Петр Андреевич внес ясность и в вопрос о «пересылках» султанского двора с Лещинским и Карлом XII: «пересылки» производились не османским дипломатическим ведомством, а сераксером пограничной области Юсуф-пашой. Оказалось, что Юсуф-паша за крупную мзду от Лещинского согласился участвовать в действе, сценарий которого был разработан польскими дипломатами: он должен был отправить в Польшу официального представителя, «чем-де могли московских устрашить, будто-де они имеют согласие с Портой». Однако султан, давая разрешение Юсуф-паше на отправку посланника, руководствовался отнюдь не желанием заключить союз с Лещинским и Карлом XII. Его намерения были более скромными – воочию убедиться, в каком положении находятся войска шведов и поляков. В фирмане, отправленном Юсуф-паше, указывалось, «чтоб-де тем посланием не учинить сумнения московским». Никаких грамот от султана посланец не вручал ни Станиславу, ни Карлу XII.
Итак, налицо провокация, искусно подстроенная польской и шведской дипломатией. Остается загадкой, был ли причастен к ней Мазепа и не являлось ли его письмо в Москву частью коварного плана изменника.

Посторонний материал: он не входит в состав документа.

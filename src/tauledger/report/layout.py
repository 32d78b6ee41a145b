"""Tables and prose laid out as lines of text: what a section says is data until here.

Symbols are spelled (or written in ASCII) before anything is measured, so that columns line up either way.
"""

from __future__ import annotations

import re
import unicodedata
from collections.abc import Iterable, Sequence

from msgspec import Struct

HEADING = "heading"
STRONG = "strong"
WARNING = "warning"
CAUTION = "caution"

_ASCII = {
    "µ": "u",
    "μ": "mu",
    "Ω": "ohm",
    "π": "pi",
    "τ": "tau",
    "σ": "sigma",
    "Σ": "sum",
    "β": "beta",
    "λ": "lambda",
    "ω": "w",
    "Δ": "d",
    "∂": "d",
    "‖": "||",
    "∞": "inf",
    "–": "-",
    "−": "-",
    "—": "-",
    "×": "x",
    "·": "*",
    "→": "->",
    "≤": "<=",
    "≥": ">=",
    "≈": "~",
    "≪": "<<",
    "±": "+/-",
    "√": "sqrt",
    "²": "^2",
    "⁰": "0",
    "⁻": "-",
    "¹": "1",
    "³": "^3",
    **dict(zip("⁴⁵⁶⁷⁸⁹", "456789", strict=True)),
    **dict(zip("₀₁₂₃₄₅₆₇₈₉", "0123456789", strict=True)),
    "Π": "prod",
    "½": "1/2",
    "°": " deg",
    "†": "*",
    "‡": "**",
    "§": "#",
    "¶": "##",
    "“": '"',
    "”": '"',
    "’": "'",
    "…": "...",
}
_ASCII_TABLE = str.maketrans(_ASCII)
SYMBOLS = "".join(_ASCII)

_GLUE = "\N{NO-BREAK SPACE}"
BEFORE_A_UNIT = re.compile(r"(?<=[\d∞]) (?=(?:%|[fpnuµmkMGT]?(?:Hz|F|Ω|ohm|s|V|A|S|H)|dB(?:Ω|ohm|S)?|deg)(?!\w))")


class Row(Struct, frozen=True):
    """One row of a table; `style` holds for the whole line."""

    cells: tuple[str, ...]
    style: str = ""


class Table(Struct, frozen=True):
    """Columns that line up. align: one of l, r per column. indent: blanks before each row, the head not."""

    align: str
    head: tuple[str, ...]
    rows: tuple[Row, ...]
    indent: int = 2


class Prose(Struct, frozen=True):
    """Words that wrap. lead: what stands before the first line. hang: blanks before the others, None: lead's width."""

    text: str
    lead: str = ""
    style: str = ""
    hang: int | None = None


class Line(Struct, frozen=True):
    """One laid-out line."""

    text: str
    style: str = ""


Block = Table | Prose


class Section(Struct, frozen=True):
    """Blocks that belong together; major: keeps the empty line before it longest."""

    blocks: tuple[Block, ...]
    major: bool = False


def spell(text: str, *, unicode: bool) -> str:
    """Write symbols in ASCII where the reader's encoding needs it; what could steer a terminal is shown as `\\x1b`."""
    visible = "".join(c if c.isprintable() else " " if c.isspace() else ascii(c)[1:-1] for c in text)
    return visible if unicode else visible.translate(_ASCII_TABLE)


def cells(text: str) -> int:
    """Count the terminal cells that `text` takes."""
    if text.isascii():
        return len(text)
    return sum(0 if unicodedata.combining(c) else 2 if unicodedata.east_asian_width(c) in "WF" else 1 for c in text)


def lay_out(sections: Iterable[Section], *, width: int, unicode: bool, page: int) -> list[Line]:
    """Give the lines of all sections; no line is longer than `width` unless a name is.

    page: lines that should do. Empty lines between sections are spent as far as that allows: before each section, else
    before the major ones, else none; a report longer than a page anyway has them all.
    """
    laid = []
    for section in sections:
        lines = [line for block in section.blocks for line in _block(block, width=width, unicode=unicode)]
        if lines:
            laid.append((section.major, lines))
    whole = sum(len(lines) for _, lines in laid)
    every, major = len(laid) - 1, sum(is_major for is_major, _ in laid[1:])
    if page < whole + every and whole <= page:
        spaced = {major_only for major_only in (True,) if whole + major <= page}
    else:
        spaced = {True, False}
    text: list[Line] = []
    for is_major, lines in laid:
        if text and is_major in spaced:
            text.append(Line(""))
        text.extend(lines)
    return text


def _block(block: Block, *, width: int, unicode: bool) -> list[Line]:
    if isinstance(block, Table):
        return _table(block, width=width, unicode=unicode)
    return _prose(block, width=width, unicode=unicode)


def _prose(prose: Prose, *, width: int, unicode: bool) -> list[Line]:
    """Wrap greedily at blanks; a number is never parted from its unit."""
    lead = spell(prose.lead, unicode=unicode)
    words = BEFORE_A_UNIT.sub(_GLUE, spell(prose.text, unicode=unicode)).split(" ")
    texts: list[str] = []
    hang = " " * (cells(lead) if prose.hang is None else prose.hang)
    current, empty = lead, True
    for word in filter(None, words):
        candidate = current + word if empty else f"{current} {word}"
        if not empty and cells(candidate) > width:
            texts.append(current)
            candidate = hang + word
        current, empty = candidate, False
    texts.append(current)
    return [Line(text.replace(_GLUE, " ").rstrip(), prose.style) for text in texts]


def _table(table: Table, *, width: int, unicode: bool) -> list[Line]:
    """Give the first column what the others leave; a longer name gets a line of its own before its numbers."""
    indent = " " * table.indent
    rows = [Row(tuple(spell(cell, unicode=unicode) for cell in row.cells), row.style) for row in table.rows]
    head = tuple(spell(cell, unicode=unicode) for cell in table.head)
    names = [cells(row.cells[0]) for row in rows] + [cells(head[0]) - table.indent]
    others = [max([cells(head[k])] + [cells(row.cells[k]) for row in rows]) for k in range(1, len(table.align))]
    fitting = _that_fit(others, width - table.indent)
    if fitting < len(others):
        parts = (_columns(table, range(1, fitting + 1)), _columns(table, range(fitting + 1, len(others) + 1)))
        return [line for part in parts for line in _table(part, width=width, unicode=unicode)]
    room = {gap: width - table.indent - sum(others) - gap * len(others) for gap in (2, 1)}
    gap = 2 if max(names) <= room[2] else 1
    first = max((size for size in names if size <= room[gap]), default=0)
    lines: list[Line] = []
    if cells(head[0]) > first + table.indent:
        lines += _prose(Prose(head[0], style=HEADING, hang=2 * table.indent), width=width, unicode=unicode)
        head = ("", *head[1:])
    if any(head):
        lines.append(Line(_join(head, table.align, [first + table.indent, *others], gap), HEADING))
    for row in rows:
        numbers = row.cells
        if cells(row.cells[0]) > first:
            name = Prose(row.cells[0], lead=indent, style=row.style, hang=2 * table.indent)
            lines += _prose(name, width=width, unicode=unicode)
            numbers = ("", *row.cells[1:])
        lines.append(Line(indent + _join(numbers, table.align, [first, *others], gap), row.style))
    return lines


def _that_fit(sizes: Sequence[int], room: int) -> int:
    """Count the columns that fit beside each other, at least one."""
    taken = 0
    for k, size in enumerate(sizes):
        taken += size + 1
        if taken > room and k:
            return k
    return len(sizes)


def _columns(table: Table, kept: Iterable[int]) -> Table:
    """Give a table with its first column and the named ones of the others; rows that say nothing there are left out."""
    columns = (0, *kept)
    rows = tuple(Row(tuple(row.cells[k] for k in columns), row.style) for row in table.rows)
    told = tuple(row for row in rows if any(row.cells[1:]))
    align, head = "".join(table.align[k] for k in columns), tuple(table.head[k] for k in columns)
    return Table(align, head, told, table.indent)


def _join(texts: Sequence[str], align: str, widths: Sequence[int], gap: int) -> str:
    padded = []
    for text, side, size in zip(texts, align, widths, strict=True):
        blanks = " " * (size - cells(text))
        padded.append(text + blanks if side == "l" else blanks + text)
    return (" " * gap).join(padded).rstrip()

Xотя документы и не дают безоговорочного ответа на поставленный вопрос, но косвенных данных для утвердительного суждения немало. Назовем хотя бы заинтересованность изменника в разжигании конфликта между Россией и Османской империей. Если бы информация гетмана не подверглась проверке, то Петр, естественно, был бы должен перебросить часть войск к русско-турецкой границе. В результате возникла бы напряженность на южных границах и сократились бы силы, мобилизованные против войск Карла XII. О причастности гетмана к провокации говорит также его ссылка на свидетельство иерусалимского патриарха.
Версия конечно же была сочинена Мазепой, чтобы придать своим сведениям больший вес.
Недоразумение было устранено. Толстой продолжал доносить об отсутствии признаков подготовки к войне, причем заявил, что в Москве могут не сомневаться в достоверности его информации: «…явственнее писать о турецком намерении нечего, понеже, что вижю, то вашему сиятельству пишю, а чего не вижю, о том гадательством писать (как иные пишют) не могу».